Ollama tags include the quantization. Default llama3.1:8b resolves to llama3.1:8b-instruct-q4_K_M. To pick something else explicitly:

# Default — Q4_K_M
ollama pull llama3.1:8b

# Explicit Q8_0 (better quality, double the size)
ollama pull llama3.1:8b-instruct-q8_0

# Explicit Q5_K_M
ollama pull llama3.1:8b-instruct-q5_K_M

# F16 (the reference; 14 GB on disk for the 8B)
ollama pull llama3.1:8b-instruct-fp16

To inspect what you have actually pulled:

ollama show llama3.1:8b

The output reports the architecture, the parameter count, the quantization, the context length, and the embedding length. The quantization line tells you exactly which precision is on disk.

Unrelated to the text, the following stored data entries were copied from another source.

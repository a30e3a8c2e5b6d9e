"""EPI acquisition simulator: k-space line by line, each line at its own time.

The simulator is the independent check of the shift physics in :mod:`fieldfix.shift`: it
knows nothing of shift maps. It starts from an object and a B0 map on a *fine* grid
(``oversample`` samples per output voxel along each axis), computes the signal of every
k-space sample by summing over the fine samples, and reconstructs by an inverse
discrete Fourier transform.

Signal model (spin-echo-free gradient echo, readout treated as instantaneous)::

    S(kr, kp) = mean_sub-voxels  rho(x) * exp(-2 pi i (kr * r / Nr + kp * p / Np))
                                        * exp(-2 pi i * f(x) * t(kp)) * exp(-t(kp) / T2*)

``r``, ``p`` are positions in output-voxel units along the readout and phase-encode (PE)
axes; ``f`` is the off-resonance in Hz; the gradient phase and the off-resonance phase
carry the same sign, as both are precession relative to the rotating frame. The slice
axis is integrated over the ``oversample`` sub-slices of each slice (a boxcar slice
profile), so through-slice field gradients dephase the signal (dropout), while in-plane
sub-voxel sampling lets the field vary within a voxel.

Spin echo (``spin_echo=True``): a refocusing pulse reverses the off-resonance phase
accrued before the echo, so the phase is referenced to the echo time,
``exp(-2 pi i f(x) (t(kp) - TE))``: the centre line carries no off-resonance phase (no
through-slice dephasing at the echo), while the phase still grows from line to line by
the same step, so the distortion is that of a gradient echo (common practice, no source).
``t2star_s`` then describes the decay with time since excitation as before.

Timing: line ``kp`` (integer, ``-Np//2 .. Np - Np//2 - 1``) is acquired at
``t(kp) = TE + polarity * kp * echo_spacing_s / acceleration``: polarity +1 (codes
``i``, ``j``, ``k``) traverses k-space towards increasing ``kp`` over time, -1 the
reverse; the centre line is acquired at the echo time.

In-plane acceleration R: the acquired lines are R steps of k-space apart and
``echo_spacing_s`` apart in time; the parallel-imaging reconstruction is modelled as
ideal (the missing lines carry the signal they would have at the time interpolated
between their acquired neighbours), so the effective echo spacing is
``echo_spacing_s / R``. Partial Fourier: only the last ``ceil(fraction * Np)`` lines of
the traversal are acquired (the early, outer lines are skipped, shortening the time
before the echo); the rest are zero-filled before reconstruction.

Noise is complex Gaussian, added to the acquired k-space samples and scaled so that
its standard deviation in each of the real and imaginary parts of the fully sampled
image is ``noise_sd``.

Examples
--------
>>> import numpy as np
>>> obj = np.ones((8, 16, 4))
>>> img = simulate_epi(obj, np.zeros_like(obj), pe_code="j", echo_spacing_s=5e-4,
...                    te_s=0.03, oversample=(2, 2, 2))
>>> img.shape, round(float(img.mean()), 6)
((4, 8, 2), 1.0)
"""

from __future__ import annotations

import math

import numpy as np
from scipy import ndimage

from ..errors import GeometryError, InputError
from ..geometry import parse_pe_code

__all__ = [
    "default_slice_axis",
    "fine_coordinates",
    "effective_echo_spacing_s",
    "epi_sidecar",
    "simulate_epi",
    "simulate_epi_run",
]


def default_slice_axis(pe_axis: int) -> int:
    """Slice axis used when none is given: the last axis that is not the PE axis."""
    return 2 if pe_axis != 2 else 1


def fine_coordinates(shape: tuple, oversample) -> list[np.ndarray]:
    """Positions, in output-voxel units, of the fine samples along each axis.

    Output voxel ``n`` spans ``[n - 1/2, n + 1/2]``; its ``o`` sub-samples sit at the
    centres of ``o`` equal parts.

    Examples
    --------
    >>> [c.tolist() for c in fine_coordinates((2,), 2)]
    [[-0.25, 0.25, 0.75, 1.25]]
    """
    factors = _factors(oversample, len(shape))
    return [(np.arange(n * o) + 0.5) / o - 0.5 for n, o in zip(shape, factors)]


def _factors(oversample, ndim: int) -> tuple[int, ...]:
    if np.isscalar(oversample):
        oversample = (int(oversample),) * ndim
    factors = tuple(int(o) for o in oversample)
    if len(factors) != ndim or any(o < 1 for o in factors):
        raise InputError(f"oversample must be {ndim} positive integers, got {oversample!r}")
    return factors


def effective_echo_spacing_s(echo_spacing_s: float, acceleration: int = 1) -> float:
    """Effective echo spacing: acquired-line spacing divided by the in-plane acceleration.

    Examples
    --------
    >>> effective_echo_spacing_s(0.001, 2)
    0.0005
    """
    return float(echo_spacing_s) / int(acceleration)


def epi_sidecar(pe_code: str, n_pe_lines: int, echo_spacing_s: float, te_s: float,
                acceleration: int = 1) -> dict:
    """BIDS timing keys describing a simulated run (seconds).

    Examples
    --------
    >>> epi_sidecar("j-", 65, 0.001, 0.03, 2)["TotalReadoutTime"]
    0.032
    """
    esp = effective_echo_spacing_s(echo_spacing_s, acceleration)
    return {
        "PhaseEncodingDirection": pe_code,
        "EffectiveEchoSpacing": esp,
        "TotalReadoutTime": esp * (int(n_pe_lines) - 1),
        "EchoTime": float(te_s),
        "ParallelReductionFactorInPlane": int(acceleration),
    }


def _dft_matrix(n_out: int, positions: np.ndarray, sign: float) -> np.ndarray:
    """exp(sign * 2 pi i * k * x / n_out) for k = -n_out//2 .. and the given positions."""
    k = np.arange(n_out) - n_out // 2
    return np.exp(sign * 2j * np.pi * np.outer(k, positions) / n_out)


def simulate_epi(
    object_fine: np.ndarray,
    b0_hz_fine: np.ndarray,
    *,
    pe_code: str,
    echo_spacing_s: float,
    te_s: float,
    oversample=2,
    acceleration: int = 1,
    partial_fourier: float = 1.0,
    slice_axis: int | None = None,
    t2star_s: float | None = None,
    noise_sd: float = 0.0,
    rng: np.random.Generator | None = None,
    complex_output: bool = False,
    spin_echo: bool = False,
) -> np.ndarray:
    """Simulate one EPI volume of an object in an inhomogeneous field.

    Parameters
    ----------
    object_fine : (F0, F1, F2) array
        Proton density (any units) on the fine grid; ``F_a = N_a * oversample_a``.
    b0_hz_fine : (F0, F1, F2) array
        Off-resonance in Hz on the same fine grid.
    pe_code : str
        BIDS phase-encode code (axis and polarity).
    echo_spacing_s : float
        Time between successively acquired k-space lines, s.
    te_s : float
        Time of the k-space centre line after excitation, s.
    oversample : int or 3 ints
        Fine samples per output voxel along each axis (those along the slice axis are
        the sub-slices of the through-slice integration).
    acceleration : int
        In-plane acceleration factor R (ideal parallel-imaging reconstruction).
    partial_fourier : float
        Fraction of PE lines acquired, 0.5 < fraction <= 1.
    slice_axis : int, optional
        Defaults to :func:`default_slice_axis`; the remaining axis is the readout.
    t2star_s : float, optional
        T2* relaxation during the readout (None: no decay).
    noise_sd : float
        Image-domain noise standard deviation (per real/imaginary part).
    rng : numpy.random.Generator, optional
        Needed when ``noise_sd > 0``.
    complex_output : bool
        Return the complex image instead of its magnitude.
    spin_echo : bool
        Reference the off-resonance phase to the echo time (a spin echo, see the module
        docstring): distortion stays, through-slice dephasing at the echo is refocused.

    Returns
    -------
    (N0, N1, N2) float64 magnitude (or complex128) image
    """
    obj = np.asarray(object_fine, float)
    field = np.asarray(b0_hz_fine, float)
    if obj.ndim != 3 or obj.shape != field.shape:
        raise GeometryError(f"object {obj.shape} and field {field.shape} must be 3D on the same fine grid")
    factors = _factors(oversample, 3)
    if any(f % o for f, o in zip(obj.shape, factors)):
        raise GeometryError(f"fine grid {obj.shape} is not a multiple of the oversampling {factors}")
    shape = tuple(f // o for f, o in zip(obj.shape, factors))
    pe_axis, polarity = parse_pe_code(pe_code)
    slice_axis = default_slice_axis(pe_axis) if slice_axis is None else int(slice_axis)
    if slice_axis == pe_axis or slice_axis not in (0, 1, 2):
        raise InputError(f"slice axis {slice_axis} must differ from the phase-encode axis {pe_axis}")
    readout_axis = 3 - pe_axis - slice_axis
    if not 0.5 < partial_fourier <= 1.0:
        raise InputError(f"partial Fourier fraction must be in (0.5, 1], got {partial_fourier}")
    if int(acceleration) < 1:
        raise InputError(f"acceleration must be a positive integer, got {acceleration}")
    if noise_sd > 0 and rng is None:
        raise InputError("noise needs a numpy Generator (rng) so the simulation is reproducible")

    order = (slice_axis, readout_axis, pe_axis)
    ns, nr, npe = (shape[a] for a in order)
    os_s, os_r, os_p = (factors[a] for a in order)
    # C-contiguous in (slice, sub-slice, readout, phase-encode) order: the per-line passes below
    # then stream through memory (a strided view of the input's order is several times slower).
    rho = np.ascontiguousarray(np.transpose(obj, order).reshape(ns, os_s, nr * os_r, npe * os_p)) / (os_s * os_r * os_p)
    f_hz = np.ascontiguousarray(np.transpose(field, order).reshape(ns, os_s, nr * os_r, npe * os_p))
    coords = fine_coordinates((nr, npe), (os_r, os_p))
    encode_r = _dft_matrix(nr, coords[0], -1.0)  # (nr, Fr)
    encode_p = _dft_matrix(npe, coords[1], -1.0)  # (npe, Fp)

    esp = effective_echo_spacing_s(echo_spacing_s, acceleration)
    k_lines = np.arange(npe) - npe // 2
    times = te_s + polarity * k_lines * esp  # acquisition time of each line
    n_acquired = int(math.ceil(partial_fourier * npe - 1e-9))
    traversal = np.argsort(times, kind="stable")  # lines in the order they are acquired
    acquired = np.zeros(npe, bool)
    acquired[traversal[npe - n_acquired:]] = True
    if times[acquired].min() < 0:
        raise InputError("the echo time is too short for this readout: the first line would precede excitation")

    kspace = np.zeros((ns, nr, npe), complex)
    first = traversal[npe - n_acquired]
    # Phase of every fine sample, advanced from line to line by a constant step.
    reference_s = te_s if spin_echo else 0.0
    current = rho * np.exp(-2j * np.pi * f_hz * (times[first] - reference_s))
    step = np.exp(-2j * np.pi * f_hz * esp)
    if t2star_s is not None:
        current = current * np.exp(-times[first] / t2star_s)
        step = step * np.exp(-esp / t2star_s)
    # Per line: the phase-encode sum over the fine samples (a matrix-vector product), the sum over
    # the sub-slices (through-slice integration), then the readout encoding; the phase advances in place.
    for line in traversal[npe - n_acquired:]:
        rows = (current @ encode_p[line]).sum(axis=1)  # PE sum, then through-slice integration: (ns, Fr)
        kspace[:, :, line] = rows @ encode_r.T
        current *= step
    if noise_sd > 0:
        scale = noise_sd * math.sqrt(nr * npe)
        noise = rng.normal(0.0, scale, kspace.shape) + 1j * rng.normal(0.0, scale, kspace.shape)
        kspace += noise * acquired[None, None, :]

    decode_r = _dft_matrix(nr, np.arange(nr), 1.0).T / nr  # (nr_image, nr_k)
    decode_p = _dft_matrix(npe, np.arange(npe), 1.0).T / npe
    image = np.einsum("ak,skl,bl->sab", decode_r, kspace, decode_p, optimize=True)
    image = np.transpose(image, np.argsort(order))
    return image if complex_output else np.abs(image)


def _rigid_matrix(rotation_deg: np.ndarray) -> np.ndarray:
    rx, ry, rz = np.deg2rad(rotation_deg)
    cx, sx, cy, sy, cz, sz = np.cos(rx), np.sin(rx), np.cos(ry), np.sin(ry), np.cos(rz), np.sin(rz)
    rot_x = np.array([[1, 0, 0], [0, cx, -sx], [0, sx, cx]])
    rot_y = np.array([[cy, 0, sy], [0, 1, 0], [-sy, 0, cy]])
    rot_z = np.array([[cz, -sz, 0], [sz, cz, 0], [0, 0, 1]])
    return rot_z @ rot_y @ rot_x


def _move(volume: np.ndarray, rotation_deg: np.ndarray, translation_fine: np.ndarray) -> np.ndarray:
    """Rigidly move a fine-grid volume about its centre (rotation in voxel axes, linear interp)."""
    matrix = _rigid_matrix(rotation_deg)
    centre = (np.array(volume.shape) - 1) / 2.0
    # Pull-back: output x takes the input at R^T (x - c - t) + c.
    inverse = matrix.T
    offset = centre - inverse @ (centre + translation_fine)
    return ndimage.affine_transform(volume, inverse, offset=offset, order=1, mode="nearest")


def simulate_epi_run(
    object_fine: np.ndarray,
    b0_hz_fine: np.ndarray,
    n_volumes: int,
    *,
    translation_sd_vox: float = 0.0,
    rotation_sd_deg: float = 0.0,
    noise_sd: float = 0.0,
    rng: np.random.Generator | None = None,
    **epi_options,
) -> tuple[np.ndarray, np.ndarray]:
    """Simulate a 4D EPI run with small rigid motion and noise.

    `epi_options` are the keywords of :func:`simulate_epi` (``pe_code``, ``echo_spacing_s``
    and ``te_s`` are required; ``oversample`` defaults to 2 as there).

    Each volume draws an independent small rigid displacement of the head (translation
    with standard deviation `translation_sd_vox` output voxels per axis, rotation with
    `rotation_sd_deg` per axis, about the grid centre, in voxel axes). The B0 map moves
    with the head (an approximation: the susceptibility field of a rigidly moving head
    is, to first order, carried along with it). Volumes are then simulated with
    :func:`simulate_epi`; noise is independent per volume. Deterministic for a given
    `rng` seed.

    Returns
    -------
    data : (N0, N1, N2, n_volumes) float32 magnitude
    motion : (n_volumes, 6) float64, translation (output voxels) and rotation (deg)
    """
    moving = translation_sd_vox > 0 or rotation_sd_deg > 0
    if (moving or noise_sd > 0) and rng is None:
        raise InputError("motion and noise need a numpy Generator (rng) so the simulation is reproducible")
    factors = np.array(_factors(epi_options.get("oversample", 2), 3), float)
    obj = np.asarray(object_fine, float)
    field = np.asarray(b0_hz_fine, float)
    shape = tuple(int(f // o) for f, o in zip(obj.shape, factors))
    data = np.empty(shape + (int(n_volumes),), np.float32)
    motion = np.zeros((int(n_volumes), 6))
    for t in range(int(n_volumes)):
        if moving:
            motion[t, :3] = rng.normal(0.0, translation_sd_vox, 3) if translation_sd_vox > 0 else 0.0
            motion[t, 3:] = rng.normal(0.0, rotation_sd_deg, 3) if rotation_sd_deg > 0 else 0.0
            moved_obj = _move(obj, motion[t, 3:], motion[t, :3] * factors)
            moved_field = _move(field, motion[t, 3:], motion[t, :3] * factors)
        else:
            moved_obj, moved_field = obj, field
        data[..., t] = simulate_epi(moved_obj, moved_field, noise_sd=noise_sd, rng=rng, **epi_options)
    return data, motion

5.3 Pitfalls and clichés to avoid

Cliché you may hear	Reality
”Q4 is a degraded mode for laptops.”	No. Q4_K_M is Ollama’s production default and the configuration used in most public deployments of local LLMs.
”More bits is always better.”	Above Q6 / Q8, the gain is statistically real but not perceptible on most workshop tasks.
”Quantizing makes the model dumber.”	For chat, code completion and summarisation, no. For long-chain reasoning and competitive math, slightly.
”Quantizing changes the parameter count.”	No. The number of weights is unchanged. Only the way each weight is encoded is different.
”A 14B-Q8 must be better than a 32B-Q4.”	Usually false. On the same memory budget, the larger model at lower precision wins.
”I can run a 70B model on my laptop, I’ll just use Q2.”	The math says you can fit it. The quality at Q2 makes it unusable for anything past basic chat. Pick a smaller model at Q4 instead.

6. A unifying mental model

A useful way to picture it, in two sentences:

The parameter count measures how much the model knows. The quantization measures how precisely it remembers what it knows.

Both knobs matter. Cutting parameters by half is a much bigger loss than dropping from Q8 to Q4. That is why the community standardised on Q4_K_M as the default: it preserves the model’s knowledge at a small precision cost, and that trade-off is almost always the right one.

Key takeaways

A model is billions of small numbers (parameters). Each number can be stored more or less precisely.
FP16 is the reference precision. It is the way the model was trained.
Without quantization, local LLMs would be a research-only practice — a 70B model in FP16 needs around 160 GB to run.
Quantization replaces each FP16 weight by a smaller integer (Q4, Q5, Q6, Q8). The model is not retrained; only the storage changes.
Q4_K_M is Ollama’s production default. Its quality is within 1 – 3 percentage points of FP16 on standard benchmarks.
The failure order when precision drops: long-chain reasoning → competitive math → strict tool-call JSON → long-context recall → general chat (very robust).
Rule of thumb: a larger model at lower precision usually beats a smaller model at higher precision for the same memory budget.
Three-tier choice: laptops use Q4 (default); mid-range GPUs can go Q5 / Q6; workstation / GB10 benchmarks should use Q8 or F16 to isolate model quality from quantization noise.
Inspect with ollama show <model>; pick a quantization explicitly with the tag (:8b-instruct-q8_0, etc.).
The mental model: parameter count = how much it knows; quantization = how precisely it remembers what it knows.